Precision ag has had a different rate of adoption across the corn belt, with some hot spots having much more experience than others. Those early adopters have moved on from grid sampling to management zone development, and the NRCS and most land grant universities are even agreeing with them. You will seldom find an independent consultant that uses grid sampling anymore. Unfortunately, grid is totally driven by the computer, and does not include input from the farmer, the agronomist, or the crop being raised on the soils.

Yield zone management will be driven by the 2 most important factors in raising a crop: soil type and water holding capacity of those soils. A great blueprint to manage nutrients, lime, and plant populations by. I would also sample at least every other year- it's not exact and you need to keep building representative data. That was another pitfall of grid- so much was spent in one year that farmers tried to live 4 to 5 years off 1 testing cycle. With yield-zone management, and evaluating fields of progressive farmers, you will find that the lower yielding areas have the highest P & K. This is due to non-removal of blanket applications, and the real yield drop is more than likely due to drainage or lime needs. When those areas are found, corrections can be made if possible, and then you can harvest the P & K that is already present in those zones, and have dollars to spend elsewhere."

There you have it. I much agree with Joe's post on Crop Talk. What do you think?

Ed
Winkle

11 comments:

  1. Agree.........did a post on the history of grid sampling from when it started in the 30's (yes 1930's) here on my site http://www.krfarm.net/2010/12/22/rigid-or-smart-grids/

    ReplyDelete
  2. Thank you Kelly. You have had me thinking again! Here is another good reply via email:

    "My response to the grid sampling thread:


    As pointed out by other posters, there are limitations to any kind of sampling system. You have to average your results at some point. You can take two samples right next to each other and you will get different lab results. To say that more samples equals better data is completely false.


    Poorly collected and poorly extrapolated data does not get better by adding more data. Grid sampling is rarely, if ever, done properly. You can't take a sample in a 10 ft. area next to a 4 wheeler and call that a 1 acre, 2.5 acre or 5 acre grid. To do a grid properly, the cores must be distributed throughout that grid and combined into a sample. In many areas, you will be mixing at least 2 distinctly different soil types, with 2 distinctly different chemistries and nutrient holding capacities in almost every grid if you sample that way. Coupled with that, fertilizer spreading widths do not match up with grid sizes. The proponents of grid sampling never address any of these issues. Most of the time you're spreading the wrong rate in the wrong grid. What good does more samples do if you can't equate that to an accurate fertilizer application?

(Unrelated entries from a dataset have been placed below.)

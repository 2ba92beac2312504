import { existsSync, mkdirSync, mkdtempSync, readdirSync, readFileSync, rmSync, writeFileSync } from 'node:fs';
import { tmpdir } from 'node:os';
import { join } from 'node:path';
import { beforeAll, describe, expect, it } from 'vitest';
import { runCommandLine } from '../../src/cli/run.js';
import { draftFile } from '../../src/spec/draft-file.js';
import { DRAFTS } from '../../src/spec/draft-scenes.js';
import { requireBuilt } from '../support/built.js';
import { makeWorkplace, type Ran } from '../support/railfit.js';

let folder = '';

beforeAll(() => {
  folder = mkdtempSync(join(tmpdir(), 'railfit-'));
  return () => { rmSync(folder, { recursive: true, force: true }); };
});

const at = (file: string): string => join(folder, file);
const read = (file: string): string => readFileSync(at(file), 'utf8');

/** The whole command line in this process: many runs, none of them for the sake of the process. */
async function run(words: readonly string[], env: Readonly<Record<string, string>> = { LANG: 'C.UTF-8' }): Promise<Ran> {
  const written = { stdout: '', stderr: '' };
  const stream = { isTTY: false, columns: undefined };
  const world = { env: { RAILFIT_CATALOG: at('catalog.sqlite'), ...env }, stdout: stream, stderr: stream, write: (to: 'stdout' | 'stderr', text: string): void => { written[to] += text; } };
  const exit = await runCommandLine(words, world);
  return { exit, stdout: written.stdout, stderr: written.stderr.replaceAll(folder, 'FOLDER') };
}

describe('the built command', () => {
  it('drafts a stage that it reads', async () => {
    requireBuilt();
    const place = makeWorkplace();
    try {
      expect(await place.run(['draft', 'difference', '-o', 'bridge.yaml'])).toEqual({ exit: 0, stdout: '', stderr: 'wrote bridge.yaml; next: railfit demands bridge.yaml\n' });
      expect((await place.run(['demands', 'bridge.yaml'])).stdout).toContain('difference, gain 10 V/V');
    } finally {
      place.remove();
    }
  });
});

describe('railfit draft', () => {
  it.each(DRAFTS)('$topology, $coupling, goes to stdout and is a stage that railfit reads', async ({ topology, coupling }) => {
    const words = coupling === 'ac' ? ['draft', topology, '--ac'] : ['draft', topology];
    const { exit, stdout, stderr } = await run(words);
    expect({ exit, stderr }).toEqual({ exit: 0, stderr: '' });
    expect(stdout).toBe(draftFile({ topology, coupling }));
    writeFileSync(at('stage.yaml'), stdout);
    expect((await run(['demands', at('stage.yaml')])).exit).toBe(0);
  });

  it('without a word is non-inverting', async () => {
    const { stdout } = await run(['draft']);
    expect(stdout).toBe(draftFile({ topology: 'non-inverting', coupling: 'dc' }));
  });

  it.each([{ words: ['draft', '--ascii'], env: {} }, { words: ['draft'], env: { LANG: 'C', LC_ALL: 'C' } }])('in ASCII where asked or where the locale says so: $words', async ({ words, env }) => {
    const { stdout } = await run(words, env);
    expect(stdout).toMatch(/^\p{ASCII}+$/u);
    writeFileSync(at('stage.yaml'), stdout);
    expect((await run(['demands', at('stage.yaml')])).exit).toBe(0);
  });

  it('takes no catalog and makes none', async () => {
    await run(['draft', 'follower']);
    expect(existsSync(at('catalog.sqlite'))).toBe(false);
  });

  it('refuses a word that is no topology', async () => {
    const { exit, stdout, stderr } = await run(['draft', 'comparator']);
    expect({ exit, stdout }).toEqual({ exit: 2, stdout: '' });
    expect(stderr).toContain('error[S104]: topology: comparator is not one of the words taken here');
  });

  it('says what was probably meant', async () => {
    const { exit, stderr } = await run(['draft', 'invertin']);
    expect(exit).toBe(2);
    expect(stderr).toMatchInlineSnapshot(`
      "error[S104]: topology: invertin is not one of the words taken here, did you mean inverting?
        accepted: follower, non-inverting, inverting, summing, difference, transimpedance, low-side-sense,
        high-side-sense, sallen-key-low-pass, multiple-feedback-low-pass, integrator,
        relaxation-oscillator
         invertin
         ^^^^^^^^
         fix: inverting

      1 problem, nothing was run. (exit 2)
      "
    `);
  });

  it('refuses an AC-coupled difference stage, which cannot be judged either', async () => {
    const { exit, stderr } = await run(['draft', 'difference', '--ac']);
    expect(exit).toBe(2);
    expect(stderr).toMatchInlineSnapshot(`
      "error[S107]: --ac: an AC-coupled difference stage is not built yet; built: difference with coupling
        dc
         fix: leave out --ac

      1 problem, nothing was run. (exit 2)
      "
    `);
  });
});

describe('railfit draft --ac', () => {
  it.each(['transimpedance', 'low-side-sense', 'high-side-sense'])('refuses %s, which nothing couples through a capacitor', async (topology) => {
    const { exit, stderr } = await run(['draft', topology, '--ac']);
    expect(exit).toBe(2);
    expect(stderr.replaceAll(/\s+/gu, ' ')).toMatch(/^error\[S108\]: --ac: the (?:shunt|photodiode) of a .* stage drives it directly: there is no coupling capacitor fix: leave out --ac /u);
  });

  it('refuses an oscillator, which has no signal', async () => {
    const { exit, stderr } = await run(['draft', 'relaxation-oscillator', '--ac']);
    expect(exit).toBe(2);
    expect(stderr).toContain('error[S108]: --ac: an oscillator makes its own signal');
  });
});

describe('railfit draft -o', () => {
  it('writes the file, says so on stderr, and nothing on stdout', async () => {
    expect(await run(['draft', 'inverting', '-o', at('new.yaml')])).toEqual({ exit: 0, stdout: '', stderr: 'wrote FOLDER/new.yaml; next: railfit demands FOLDER/new.yaml\n' });
    expect(read('new.yaml')).toBe(draftFile({ topology: 'inverting', coupling: 'dc' }));
  });

  it('never writes over a file', async () => {
    writeFileSync(at('mine.yaml'), 'mine\n');
    const { exit, stdout, stderr } = await run(['draft', '-o', at('mine.yaml')]);
    expect({ exit, stdout }).toEqual({ exit: 2, stdout: '' });
    expect(stderr.replaceAll(/\s+/gu, ' ')).toBe('error[C110]: -o: FOLDER/mine.yaml exists and is not written over fix: another name, or --force Nothing was written. (exit 2) ');
    expect(read('mine.yaml')).toBe('mine\n');
  });

  it('unless forced, and leaves nothing beside it', async () => {
    writeFileSync(at('old.yaml'), 'old\n');
    expect((await run(['draft', 'follower', '-o', at('old.yaml'), '--force'])).exit).toBe(0);
    expect(read('old.yaml')).toBe(draftFile({ topology: 'follower', coupling: 'dc' }));
    expect(readdirSync(folder).filter((name) => name.endsWith('.part'))).toEqual([]);
  });

  it.each([
    { file: 'nowhere/new.yaml', said: 'FOLDER/nowhere/new.yaml: there is no folder FOLDER/nowhere' },
    { file: 'folder', said: 'FOLDER/folder: it is a folder' },
  ])('$file is refused as surroundings', async ({ file, said }) => {
    mkdirSync(at('folder'), { recursive: true });
    const { exit, stdout, stderr } = await run(['draft', '-o', at(file)]);
    expect({ exit, stdout }).toEqual({ exit: 5, stdout: '' });
    expect(stderr.replaceAll(/\s+/gu, ' ')).toContain(`error[E503]: -o: ${said}`);
    expect(stderr).toContain('Nothing was written. (exit 5)');
  });

  it('tells everything that is wrong at once', async () => {
    writeFileSync(at('both.yaml'), 'mine\n');
    const { exit, stderr } = await run(['draft', 'integratr', '-o', at('both.yaml')]);
    expect(exit).toBe(2);
    expect(stderr).toContain('error[S104]');
    expect(stderr).toContain('error[C110]');
  });

  it('with --json says where it went, and what', async () => {
    const { stdout } = await run(['draft', 'follower', '--ac', '-o', at('json.yaml'), '--json']);
    expect(JSON.parse(stdout)).toEqual({ schema: 'railfit/draft', schemaVersion: 1, topology: 'follower', coupling: 'ac', file: at('json.yaml'), text: read('json.yaml') });
  });
});

describe('railfit draft --ask without a terminal', () => {
  it('is refused and names the file form', async () => {
    const { exit, stdout, stderr } = await run(['draft', '--ask']);
    expect({ exit, stdout }).toEqual({ exit: 2, stdout: '' });
    expect(stderr).toMatchInlineSnapshot(`
      "error[C111]: --ask asks on a terminal, and this is none
         fix: railfit draft non-inverting -o stage.yaml, then edit the file

      1 problem, nothing was run. (exit 2)
      "
    `);
  });
});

    In addition, fertilizer application equipment today cannot accurately change rates between 20 to 50 ft. grids, hundreds or thousands of times within each field, traveling approx. 20 - 30 ft./sec., while many times spreading multiple products simultaneously with different product densities, all the while trying to maintain an even product distribution within each grid.
    If you're a proponent of grid sampling, show us a yield map that looks like a checkerboard, and does not follow soil types, elevations, contours or CEC, but instead changes yield consistently and only within the same boundaries as a sampling grid."